There are small things people can do around the personal workspace, like adding plants. Some sources suggest that plants help to improve mental outlook and reduce stress throughout the day while giving the immune system a natural boost. Plants can improve air quality and add humidity in the home, both positive factors for a better breathing environment. Studies have also shown that they can improve productivity and even learning capabilities.
For those that don't have a green thumb, consider an air purifier to capture household odors, pet odors, and cooking odor.
It is important to stay active for health, even if gyms or favorite workout classes are closed. Regular exercise can help prevent or manage many health issues, including high blood pressure, depression, and anxiety. Studies have also shown that exercise can improve mood, boost energy, and help with sleep. This may be an excellent time to pick up some simple home fitness equipment and check out these free at-home workouts to help workers stay happy and healthy.

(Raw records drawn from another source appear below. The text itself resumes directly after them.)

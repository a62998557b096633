import type { Expr, Span } from '../../../shared/maths/expression.ts';
import * as Q from '../numbers/rational.ts';
import type { Rational } from '../numbers/rational.ts';

/** Expressions that calculus makes, with numbers folded and zeros left out, so that they stay short. */

const span: Span = { start: 0, end: 0 };

export function rationalExpr(value: Rational): Expr {
  const size: Expr = {
    kind: 'number',
    numerator: value.num < 0n ? -value.num : value.num,
    denominator: value.den,
    written: 'integer',
    decimals: 0,
    span,
  };
  return value.num < 0n ? { kind: 'sum', terms: [{ sign: 'minus', expr: size, span }], span } : size;
}

export function numberOf(value: number | bigint, den: number | bigint = 1n): Expr {
  return rationalExpr(Q.rational(value, den));
}

export const zeroExpr = numberOf(0);
export const oneExpr = numberOf(1);
export const infinityExpr: Expr = { kind: 'constant', name: 'infinity', span };
export const piExpr: Expr = { kind: 'constant', name: 'pi', span };
/** Has no value anywhere. */
export const noValueExpr: Expr = {
  kind: 'quotient',
  numerator: oneExpr,
  denominator: zeroExpr,
  written: 'fraction',
  span,
};

/** The fraction that an expression is, where numbers and signs alone say so. */
export function rationalOf(expr: Expr): Rational | null {
  switch (expr.kind) {
    case 'number':
      return Q.rational(expr.numerator, expr.denominator);
    case 'sum': {
      let total = Q.zero;
      for (const term of expr.terms) {
        const value = rationalOf(term.expr);
        if (value === null || (term.sign !== 'plus' && term.sign !== 'minus')) return null;
        total = Q.add(total, term.sign === 'plus' ? value : Q.negate(value));
      }
      return total;
    }
    case 'product': {
      let total = Q.one;
      for (const factor of expr.factors) {
        const value = rationalOf(factor);
        if (value === null) return null;
        total = Q.mul(total, value);
      }
      return total;
    }
    case 'quotient': {
      const top = rationalOf(expr.numerator);
      const bottom = top && rationalOf(expr.denominator);
      return top && bottom && !Q.isZero(bottom) ? Q.div(top, bottom) : null;
    }
    case 'power': {
      const base = rationalOf(expr.base);
      const exponent = base && rationalOf(expr.exponent);
      if (!base || !exponent || exponent.den !== 1n || exponent.num > 64n || exponent.num < -64n) return null;
      return Q.isZero(base) && exponent.num <= 0n ? null : Q.pow(base, Number(exponent.num));
    }
    default:
      return null;
  }
}

export function isZeroExpr(expr: Expr): boolean {
  const value = rationalOf(expr);
  return value !== null && Q.isZero(value);
}

function isOneExpr(expr: Expr): boolean {
  const value = rationalOf(expr);
  return value !== null && Q.equals(value, Q.one);
}

export function addExprs(...parts: readonly Expr[]): Expr {
  let total = Q.zero;
  const rest: Expr[] = [];
  for (const part of parts) {
    const value = rationalOf(part);
    if (value === null) rest.push(part);
    else total = Q.add(total, value);
  }
  if (!Q.isZero(total)) rest.push(rationalExpr(total));
  if (rest.length === 0) return zeroExpr;
  if (rest.length === 1) return rest[0] as Expr;
  return { kind: 'sum', terms: rest.map((expr) => ({ sign: 'plus', expr, span })), span };
}

export function negateExpr(expr: Expr): Expr {
  const value = rationalOf(expr);
  if (value !== null) return rationalExpr(Q.negate(value));
  return { kind: 'sum', terms: [{ sign: 'minus', expr, span }], span };
}

export function subExprs(a: Expr, b: Expr): Expr {
  return isZeroExpr(b) ? a : addExprs(a, negateExpr(b));
}

export function mulExprs(...factors: readonly Expr[]): Expr {
  let total = Q.one;
  const rest: Expr[] = [];
  for (const factor of factors) {
    const value = rationalOf(factor);
    if (value === null) rest.push(factor);
    else total = Q.mul(total, value);
  }
  if (Q.isZero(total)) return zeroExpr;
  if (!Q.equals(total, Q.one)) rest.unshift(rationalExpr(total));
  if (rest.length === 0) return oneExpr;
  if (rest.length === 1) return rest[0] as Expr;
  return { kind: 'product', factors: rest, joins: rest.slice(1).map(() => 'dot' as const), span };
}

export function divExprs(numerator: Expr, denominator: Expr): Expr {
  const [a, b] = [rationalOf(numerator), rationalOf(denominator)];
  if (a && b && !Q.isZero(b)) return rationalExpr(Q.div(a, b));
  if (isOneExpr(denominator)) return numerator;
  if (a && Q.isZero(a) && !b) return zeroExpr;
  return { kind: 'quotient', numerator, denominator, written: 'fraction', span };
}

export function powExprs(base: Expr, exponent: Expr): Expr {
  if (isOneExpr(exponent)) return base;
  const whole: Expr = { kind: 'power', base, exponent, span };
  const value = rationalOf(whole) ?? rootOf(base, exponent);
  return value === null ? whole : rationalExpr(value);
}

/** A broken power of a positive fraction, where it is one. */
function rootOf(base: Expr, exponent: Expr): Rational | null {
  const [a, r] = [rationalOf(base), rationalOf(exponent)];
  if (!a || !r || a.num <= 0n || r.den === 1n || r.den > 12n || r.num > 64n || r.num < -64n) return null;
  const root = Q.exactRoot(a, Number(r.den));
  return root && Q.pow(root, Number(r.num));
}

export function callOf(name: Extract<Expr, { kind: 'call' }>['name'], ...args: readonly Expr[]): Expr {
  return { kind: 'call', name, args, span };
}

export function sqrtExpr(radicand: Expr): Expr {
  return { kind: 'root', degree: null, radicand, span };
}

export function letterOf(name: string): Expr {
  return { kind: 'letter', name, span };
}

/** The same value, with a value only where `needed` has one. */
export function wherever(needed: Expr, expr: Expr): Expr {
  const nothing: Expr = { kind: 'product', factors: [zeroExpr, needed], joins: ['dot'], span };
  return {
    kind: 'sum',
    terms: [
      { sign: 'plus', expr, span },
      { sign: 'plus', expr: nothing, span },
    ],
    span,
  };
}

Keep in mind this information does not constitute a medical consultation and cannot replace medical advice. Any information should never be used as a substitute for the advice provided by a physician or other health care provider. Before anyone starts working out, they should get a medical checkup or otherwise be fit for the type of activity.
Make Remote Work Successful
The coronavirus pandemic has forced changes in our society that none of us could have imagined. We are being asked to work and collaborate as never before. These are challenging times, but you can make them less so by setting your employees up to be successful in remote work. We all hope for a quick end to this threat and a return to normalcy. But as business leaders we must prepare as if thesituation could go on for months. The quicker you implement a strategy to support your team’s ‘new normal’ of working from home, the quicker you will minimize business disruption and help keep your people healthy and happy.